What you are asked to do: Below is a set of entries; give all of them again exactly.

Input material:
______

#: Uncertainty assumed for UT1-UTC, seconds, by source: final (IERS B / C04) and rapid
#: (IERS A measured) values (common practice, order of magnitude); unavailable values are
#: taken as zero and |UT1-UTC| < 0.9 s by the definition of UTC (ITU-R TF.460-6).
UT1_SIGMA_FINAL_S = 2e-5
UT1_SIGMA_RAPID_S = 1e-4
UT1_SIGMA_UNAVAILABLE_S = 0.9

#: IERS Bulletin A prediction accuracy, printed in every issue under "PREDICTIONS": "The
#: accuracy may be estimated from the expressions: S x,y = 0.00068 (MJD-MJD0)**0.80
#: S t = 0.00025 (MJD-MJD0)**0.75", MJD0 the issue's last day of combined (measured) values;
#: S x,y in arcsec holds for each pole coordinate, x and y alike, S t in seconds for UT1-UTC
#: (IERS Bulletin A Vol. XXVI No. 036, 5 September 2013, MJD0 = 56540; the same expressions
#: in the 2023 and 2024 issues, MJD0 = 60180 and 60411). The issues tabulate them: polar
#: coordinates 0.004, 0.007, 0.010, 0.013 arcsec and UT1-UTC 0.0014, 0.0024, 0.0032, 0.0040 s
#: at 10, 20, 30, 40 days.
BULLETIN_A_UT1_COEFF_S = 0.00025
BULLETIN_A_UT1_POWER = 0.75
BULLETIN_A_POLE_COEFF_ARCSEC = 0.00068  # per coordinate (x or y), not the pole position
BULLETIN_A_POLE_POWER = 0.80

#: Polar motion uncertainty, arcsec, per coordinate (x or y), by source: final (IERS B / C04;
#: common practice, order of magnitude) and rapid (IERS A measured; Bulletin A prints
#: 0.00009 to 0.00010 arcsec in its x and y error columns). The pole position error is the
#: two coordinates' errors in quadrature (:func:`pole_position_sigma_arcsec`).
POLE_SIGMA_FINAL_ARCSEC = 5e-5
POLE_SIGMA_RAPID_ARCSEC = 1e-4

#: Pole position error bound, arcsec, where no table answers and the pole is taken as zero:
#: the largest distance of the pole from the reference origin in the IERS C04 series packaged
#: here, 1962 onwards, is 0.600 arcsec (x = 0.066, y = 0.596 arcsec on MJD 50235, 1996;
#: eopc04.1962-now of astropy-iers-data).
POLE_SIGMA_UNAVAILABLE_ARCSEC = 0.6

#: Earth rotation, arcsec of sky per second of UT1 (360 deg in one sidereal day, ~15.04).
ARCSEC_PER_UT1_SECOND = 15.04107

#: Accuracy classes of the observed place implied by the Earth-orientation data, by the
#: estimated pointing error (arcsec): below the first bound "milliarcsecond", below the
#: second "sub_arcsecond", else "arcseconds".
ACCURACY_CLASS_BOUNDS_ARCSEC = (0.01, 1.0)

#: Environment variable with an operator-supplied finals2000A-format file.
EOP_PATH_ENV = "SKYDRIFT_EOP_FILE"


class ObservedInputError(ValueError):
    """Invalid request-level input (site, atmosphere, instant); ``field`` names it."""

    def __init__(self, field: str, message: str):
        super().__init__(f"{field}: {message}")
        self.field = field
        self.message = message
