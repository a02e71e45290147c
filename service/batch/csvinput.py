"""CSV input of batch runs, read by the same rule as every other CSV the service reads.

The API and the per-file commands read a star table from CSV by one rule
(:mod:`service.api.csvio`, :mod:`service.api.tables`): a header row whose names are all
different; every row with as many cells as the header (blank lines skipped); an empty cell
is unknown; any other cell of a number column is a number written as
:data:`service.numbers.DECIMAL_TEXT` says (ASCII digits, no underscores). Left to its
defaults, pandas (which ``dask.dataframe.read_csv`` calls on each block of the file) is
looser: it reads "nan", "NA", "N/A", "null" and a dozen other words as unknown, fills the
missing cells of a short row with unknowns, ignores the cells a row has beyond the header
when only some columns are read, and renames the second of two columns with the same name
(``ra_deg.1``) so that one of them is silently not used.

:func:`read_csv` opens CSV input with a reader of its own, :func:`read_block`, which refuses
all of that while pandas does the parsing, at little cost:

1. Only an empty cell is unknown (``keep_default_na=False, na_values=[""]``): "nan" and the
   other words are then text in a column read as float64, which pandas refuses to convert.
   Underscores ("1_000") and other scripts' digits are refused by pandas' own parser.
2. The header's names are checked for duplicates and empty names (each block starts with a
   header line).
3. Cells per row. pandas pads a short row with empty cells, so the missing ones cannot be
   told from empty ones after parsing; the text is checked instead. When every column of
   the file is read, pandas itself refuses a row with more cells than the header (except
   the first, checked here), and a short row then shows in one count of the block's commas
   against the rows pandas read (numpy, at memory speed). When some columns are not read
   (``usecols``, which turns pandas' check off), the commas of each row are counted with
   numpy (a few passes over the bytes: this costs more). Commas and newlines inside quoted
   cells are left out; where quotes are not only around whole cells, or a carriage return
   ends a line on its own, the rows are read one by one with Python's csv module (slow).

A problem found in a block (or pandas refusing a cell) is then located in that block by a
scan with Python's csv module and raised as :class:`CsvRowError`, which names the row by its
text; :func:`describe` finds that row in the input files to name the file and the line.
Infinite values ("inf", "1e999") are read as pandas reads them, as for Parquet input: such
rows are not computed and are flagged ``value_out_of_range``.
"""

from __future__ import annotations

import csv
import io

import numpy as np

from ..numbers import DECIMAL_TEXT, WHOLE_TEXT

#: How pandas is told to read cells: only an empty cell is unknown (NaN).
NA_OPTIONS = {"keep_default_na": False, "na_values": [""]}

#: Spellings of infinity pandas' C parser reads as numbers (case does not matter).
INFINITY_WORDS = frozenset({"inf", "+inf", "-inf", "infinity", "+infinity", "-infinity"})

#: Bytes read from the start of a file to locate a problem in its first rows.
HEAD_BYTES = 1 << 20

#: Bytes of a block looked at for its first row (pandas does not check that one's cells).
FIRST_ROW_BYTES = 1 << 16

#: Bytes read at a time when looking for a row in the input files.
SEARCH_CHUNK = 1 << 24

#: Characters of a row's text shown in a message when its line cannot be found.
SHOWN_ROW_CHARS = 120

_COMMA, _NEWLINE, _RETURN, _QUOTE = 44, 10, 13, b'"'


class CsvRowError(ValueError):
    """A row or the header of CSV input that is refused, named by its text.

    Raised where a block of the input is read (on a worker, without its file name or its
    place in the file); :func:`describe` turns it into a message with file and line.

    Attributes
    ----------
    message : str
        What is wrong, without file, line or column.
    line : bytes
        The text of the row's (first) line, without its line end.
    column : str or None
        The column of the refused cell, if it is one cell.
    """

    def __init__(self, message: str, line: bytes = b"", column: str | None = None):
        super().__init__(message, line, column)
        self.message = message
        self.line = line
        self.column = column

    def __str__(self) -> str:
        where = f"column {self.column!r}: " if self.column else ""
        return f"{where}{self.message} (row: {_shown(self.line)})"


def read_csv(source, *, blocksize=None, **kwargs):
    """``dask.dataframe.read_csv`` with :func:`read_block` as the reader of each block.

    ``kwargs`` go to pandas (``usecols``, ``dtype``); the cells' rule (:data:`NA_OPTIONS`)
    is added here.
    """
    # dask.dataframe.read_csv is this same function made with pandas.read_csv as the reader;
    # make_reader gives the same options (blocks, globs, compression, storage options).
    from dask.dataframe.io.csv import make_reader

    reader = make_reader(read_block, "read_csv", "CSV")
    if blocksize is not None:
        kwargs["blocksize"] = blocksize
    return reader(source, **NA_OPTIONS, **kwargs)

______

Written response:
#: Uncertainty assumed for UT1-UTC, seconds, by source: final (IERS B / C04) and rapid
#: (IERS A measured) values (common practice, order of magnitude); unavailable values are
#: taken as zero and |UT1-UTC| < 0.9 s by the definition of UTC (ITU-R TF.460-6).
UT1_SIGMA_FINAL_S = 2e-5
UT1_SIGMA_RAPID_S = 1e-4
UT1_SIGMA_UNAVAILABLE_S = 0.9

#: IERS Bulletin A prediction accuracy, printed in every issue under "PREDICTIONS": "The
#: accuracy may be estimated from the expressions: S x,y = 0.00068 (MJD-MJD0)**0.80
#: S t = 0.00025 (MJD-MJD0)**0.75", MJD0 the issue's last day of combined (measured) values;
#: S x,y in arcsec holds for each pole coordinate, x and y alike, S t in seconds for UT1-UTC
#: (IERS Bulletin A Vol. XXVI No. 036, 5 September 2013, MJD0 = 56540; the same expressions
#: in the 2023 and 2024 issues, MJD0 = 60180 and 60411). The issues tabulate them: polar
#: coordinates 0.004, 0.007, 0.010, 0.013 arcsec and UT1-UTC 0.0014, 0.0024, 0.0032, 0.0040 s
#: at 10, 20, 30, 40 days.
BULLETIN_A_UT1_COEFF_S = 0.00025
BULLETIN_A_UT1_POWER = 0.75
BULLETIN_A_POLE_COEFF_ARCSEC = 0.00068  # per coordinate (x or y), not the pole position
BULLETIN_A_POLE_POWER = 0.80

#: Polar motion uncertainty, arcsec, per coordinate (x or y), by source: final (IERS B / C04;
#: common practice, order of magnitude) and rapid (IERS A measured; Bulletin A prints
#: 0.00009 to 0.00010 arcsec in its x and y error columns). The pole position error is the
#: two coordinates' errors in quadrature (:func:`pole_position_sigma_arcsec`).
POLE_SIGMA_FINAL_ARCSEC = 5e-5
POLE_SIGMA_RAPID_ARCSEC = 1e-4

#: Pole position error bound, arcsec, where no table answers and the pole is taken as zero:
#: the largest distance of the pole from the reference origin in the IERS C04 series packaged
#: here, 1962 onwards, is 0.600 arcsec (x = 0.066, y = 0.596 arcsec on MJD 50235, 1996;
#: eopc04.1962-now of astropy-iers-data).
POLE_SIGMA_UNAVAILABLE_ARCSEC = 0.6

#: Earth rotation, arcsec of sky per second of UT1 (360 deg in one sidereal day, ~15.04).
ARCSEC_PER_UT1_SECOND = 15.04107

#: Accuracy classes of the observed place implied by the Earth-orientation data, by the
#: estimated pointing error (arcsec): below the first bound "milliarcsecond", below the
#: second "sub_arcsecond", else "arcseconds".
ACCURACY_CLASS_BOUNDS_ARCSEC = (0.01, 1.0)

#: Environment variable with an operator-supplied finals2000A-format file.
EOP_PATH_ENV = "SKYDRIFT_EOP_FILE"


class ObservedInputError(ValueError):
    """Invalid request-level input (site, atmosphere, instant); ``field`` names it."""

    def __init__(self, field: str, message: str):
        super().__init__(f"{field}: {message}")
        self.field = field
        self.message = message
repository a02e71e45290147c
filename service/batch/csvinput.py
"""CSV input of batch runs, read by the same rule as every other CSV the service reads.

The API and the per-file commands read a star table from CSV by one rule
(:mod:`service.api.csvio`, :mod:`service.api.tables`): a header row whose names are all
different; every row with as many cells as the header (blank lines skipped); an empty cell
is unknown; any other cell of a number column is a number written as
:data:`service.numbers.DECIMAL_TEXT` says (ASCII digits, no underscores). Left to its
defaults, pandas (which ``dask.dataframe.read_csv`` calls on each block of the file) is
looser: it reads "nan", "NA", "N/A", "null" and a dozen other words as unknown, fills the
missing cells of a short row with unknowns, ignores the cells a row has beyond the header
when only some columns are read, and renames the second of two columns with the same name
(``ra_deg.1``) so that one of them is silently not used.

:func:`read_csv` opens CSV input with a reader of its own, :func:`read_block`, which refuses
all of that while pandas does the parsing, at little cost:

1. Only an empty cell is unknown (``keep_default_na=False, na_values=[""]``): "nan" and the
   other words are then text in a column read as float64, which pandas refuses to convert.
   Underscores ("1_000") and other scripts' digits are refused by pandas' own parser.
2. The header's names are checked for duplicates and empty names (each block starts with a
   header line).
3. Cells per row. pandas pads a short row with empty cells, so the missing ones cannot be
   told from empty ones after parsing; the text is checked instead. When every column of
   the file is read, pandas itself refuses a row with more cells than the header (except
   the first, checked here), and a short row then shows in one count of the block's commas
   against the rows pandas read (numpy, at memory speed). When some columns are not read
   (``usecols``, which turns pandas' check off), the commas of each row are counted with
   numpy (a few passes over the bytes: this costs more). Commas and newlines inside quoted
   cells are left out; where quotes are not only around whole cells, or a carriage return
   ends a line on its own, the rows are read one by one with Python's csv module (slow).

A problem found in a block (or pandas refusing a cell) is then located in that block by a
scan with Python's csv module and raised as :class:`CsvRowError`, which names the row by its
text; :func:`describe` finds that row in the input files to name the file and the line.
Infinite values ("inf", "1e999") are read as pandas reads them, as for Parquet input: such
rows are not computed and are flagged ``value_out_of_range``.
"""

from __future__ import annotations

import csv
import io

import numpy as np

from ..numbers import DECIMAL_TEXT, WHOLE_TEXT

#: How pandas is told to read cells: only an empty cell is unknown (NaN).
NA_OPTIONS = {"keep_default_na": False, "na_values": [""]}

#: Spellings of infinity pandas' C parser reads as numbers (case does not matter).
INFINITY_WORDS = frozenset({"inf", "+inf", "-inf", "infinity", "+infinity", "-infinity"})

#: Bytes read from the start of a file to locate a problem in its first rows.
HEAD_BYTES = 1 << 20

#: Bytes of a block looked at for its first row (pandas does not check that one's cells).
FIRST_ROW_BYTES = 1 << 16

#: Bytes read at a time when looking for a row in the input files.
SEARCH_CHUNK = 1 << 24

#: Characters of a row's text shown in a message when its line cannot be found.
SHOWN_ROW_CHARS = 120

_COMMA, _NEWLINE, _RETURN, _QUOTE = 44, 10, 13, b'"'


class CsvRowError(ValueError):
    """A row or the header of CSV input that is refused, named by its text.

    Raised where a block of the input is read (on a worker, without its file name or its
    place in the file); :func:`describe` turns it into a message with file and line.

    Attributes
    ----------
    message : str
        What is wrong, without file, line or column.
    line : bytes
        The text of the row's (first) line, without its line end.
    column : str or None
        The column of the refused cell, if it is one cell.
    """

    def __init__(self, message: str, line: bytes = b"", column: str | None = None):
        super().__init__(message, line, column)
        self.message = message
        self.line = line
        self.column = column

    def __str__(self) -> str:
        where = f"column {self.column!r}: " if self.column else ""
        return f"{where}{self.message} (row: {_shown(self.line)})"


def read_csv(source, *, blocksize=None, **kwargs):
    """``dask.dataframe.read_csv`` with :func:`read_block` as the reader of each block.

    ``kwargs`` go to pandas (``usecols``, ``dtype``); the cells' rule (:data:`NA_OPTIONS`)
    is added here.
    """
    # dask.dataframe.read_csv is this same function made with pandas.read_csv as the reader;
    # make_reader gives the same options (blocks, globs, compression, storage options).
    from dask.dataframe.io.csv import make_reader

    reader = make_reader(read_block, "read_csv", "CSV")
    if blocksize is not None:
        kwargs["blocksize"] = blocksize
    return reader(source, **NA_OPTIONS, **kwargs)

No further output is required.